Assigned task » Please print every record that follows, keeping each one exactly as it is.

Materials provided »

package chem

import (
	"fmt"
	"strings"
)

// ElementShare is the share of one element in the mass of a formula.
type ElementShare struct {
	Symbol   string
	Fraction Fraction
}

// Composition returns the share of each element in the molar mass, in the order of
// Elements; nil if the formula has no molar mass.
func (f Formula) Composition() []ElementShare {
	if f.lacks != "" {
		return nil
	}
	shares := make([]ElementShare, len(f.atoms))
	for i, a := range f.atoms {
		shares[i] = ElementShare{a.symbol(), Fraction(a.count.float() * a.weight() / f.mass)}
	}
	return shares
}

// weight returns the atomic weight or, for a nuclide, the atomic mass.
func (a atom) weight() float64 {
	t := elements()
	if a.a != 0 {
		return t.nuclides[[2]uint16{uint16(a.z), a.a}].mass
	}
	return t.byNumber[a.z].AtomicWeight
}

// Derive says how the molar mass comes about, in g/mol.
func (f Formula) Derive() Derivation {
	d := Derivation{
		Of: "molar mass of " + f.String(), Formula: "M = Σ n(E) · Aᵣ(E)", Value: f.mass, Unit: "g/mol",
		Range:  "material of normal terrestrial composition",
		Source: "IUPAC/CIAAW 2021 abridged standard atomic weights, revisions of 2024 added",
	}
	var terms []string
	for _, a := range f.atoms {
		terms = append(terms, fmt.Sprintf("%s · %.7g", a.count.text(), a.weight()))
		source := "nuclides, AME2020"
		if a.a == 0 {
			source = elements().byNumber[a.z].Source
		}
		d.Inputs = append(d.Inputs, Input{"Aᵣ(" + a.symbol() + ")", "atomic weight of " + a.symbol(), a.weight(), "", source})
	}
	d.Inserted = fmt.Sprintf("%s = %.6g g/mol", strings.Join(terms, " + "), f.mass)
	return d
}

// AmountIn returns the amount of a substance in a mass of a material that holds the
// share purity of it by mass, and how it comes about:
//
//	n = m w / M
//
// It panics if the molar mass isn't positive.
func AmountIn(of string, m Mass, purity Fraction, molarMass MolarMass) (Amount, Derivation) {
	n := molarMass.Of(m * Mass(purity))
	return n, Derivation{
		Of: "amount of " + of, Formula: "n = m · w / M", Value: float64(n), Unit: "mol",
		Inserted: fmt.Sprintf("%.6g g · %.6g / %.6g g/mol = %.6g mol", m.Grams(), float64(purity), molarMass.GramsPerMole(), float64(n)),
		Inputs: []Input{
			{"m", "mass of the material", m.Grams(), "g", "given"},
			{"w", "purity by mass", float64(purity), "", "given"},
			{"M", "molar mass of " + of, molarMass.GramsPerMole(), "g/mol", "given"},
		},
		Source: "definition of amount and molar mass; OpenStax Chemistry 2e, 3.1",
	}
}

// Derive says how a balanced reaction comes about.
func (e Equation) Derive() Derivation {
	return Derivation{
		Of: "balanced reaction", Formula: "A ν = 0, smallest whole ν > 0", Inserted: e.String(),
		Range:  "one independent way to balance",
		Source: "null space of the matrix of atom counts and charges; OpenStax Chemistry 2e, 4.2",
		Notes:  []string{"balanced on paper isn't the same as running that way in the flask"},
	}
}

Response to the task »
package chem

import (
	"fmt"
	"strings"
)

// ElementShare is the share of one element in the mass of a formula.
type ElementShare struct {
	Symbol   string
	Fraction Fraction
}

// Composition returns the share of each element in the molar mass, in the order of
// Elements; nil if the formula has no molar mass.
func (f Formula) Composition() []ElementShare {
	if f.lacks != "" {
		return nil
	}
	shares := make([]ElementShare, len(f.atoms))
	for i, a := range f.atoms {
		shares[i] = ElementShare{a.symbol(), Fraction(a.count.float() * a.weight() / f.mass)}
	}
	return shares
}

// weight returns the atomic weight or, for a nuclide, the atomic mass.
func (a atom) weight() float64 {
	t := elements()
	if a.a != 0 {
		return t.nuclides[[2]uint16{uint16(a.z), a.a}].mass
	}
	return t.byNumber[a.z].AtomicWeight
}

// Derive says how the molar mass comes about, in g/mol.
func (f Formula) Derive() Derivation {
	d := Derivation{
		Of: "molar mass of " + f.String(), Formula: "M = Σ n(E) · Aᵣ(E)", Value: f.mass, Unit: "g/mol",
		Range:  "material of normal terrestrial composition",
		Source: "IUPAC/CIAAW 2021 abridged standard atomic weights, revisions of 2024 added",
	}
	var terms []string
	for _, a := range f.atoms {
		terms = append(terms, fmt.Sprintf("%s · %.7g", a.count.text(), a.weight()))
		source := "nuclides, AME2020"
		if a.a == 0 {
			source = elements().byNumber[a.z].Source
		}
		d.Inputs = append(d.Inputs, Input{"Aᵣ(" + a.symbol() + ")", "atomic weight of " + a.symbol(), a.weight(), "", source})
	}
	d.Inserted = fmt.Sprintf("%s = %.6g g/mol", strings.Join(terms, " + "), f.mass)
	return d
}

// AmountIn returns the amount of a substance in a mass of a material that holds the
// share purity of it by mass, and how it comes about:
//
//	n = m w / M
//
// It panics if the molar mass isn't positive.
func AmountIn(of string, m Mass, purity Fraction, molarMass MolarMass) (Amount, Derivation) {
	n := molarMass.Of(m * Mass(purity))
	return n, Derivation{
		Of: "amount of " + of, Formula: "n = m · w / M", Value: float64(n), Unit: "mol",
		Inserted: fmt.Sprintf("%.6g g · %.6g / %.6g g/mol = %.6g mol", m.Grams(), float64(purity), molarMass.GramsPerMole(), float64(n)),
		Inputs: []Input{
			{"m", "mass of the material", m.Grams(), "g", "given"},
			{"w", "purity by mass", float64(purity), "", "given"},
			{"M", "molar mass of " + of, molarMass.GramsPerMole(), "g/mol", "given"},
		},
		Source: "definition of amount and molar mass; OpenStax Chemistry 2e, 3.1",
	}
}

// Derive says how a balanced reaction comes about.
func (e Equation) Derive() Derivation {
	return Derivation{
		Of: "balanced reaction", Formula: "A ν = 0, smallest whole ν > 0", Inserted: e.String(),
		Range:  "one independent way to balance",
		Source: "null space of the matrix of atom counts and charges; OpenStax Chemistry 2e, 4.2",
		Notes:  []string{"balanced on paper isn't the same as running that way in the flask"},
	}
}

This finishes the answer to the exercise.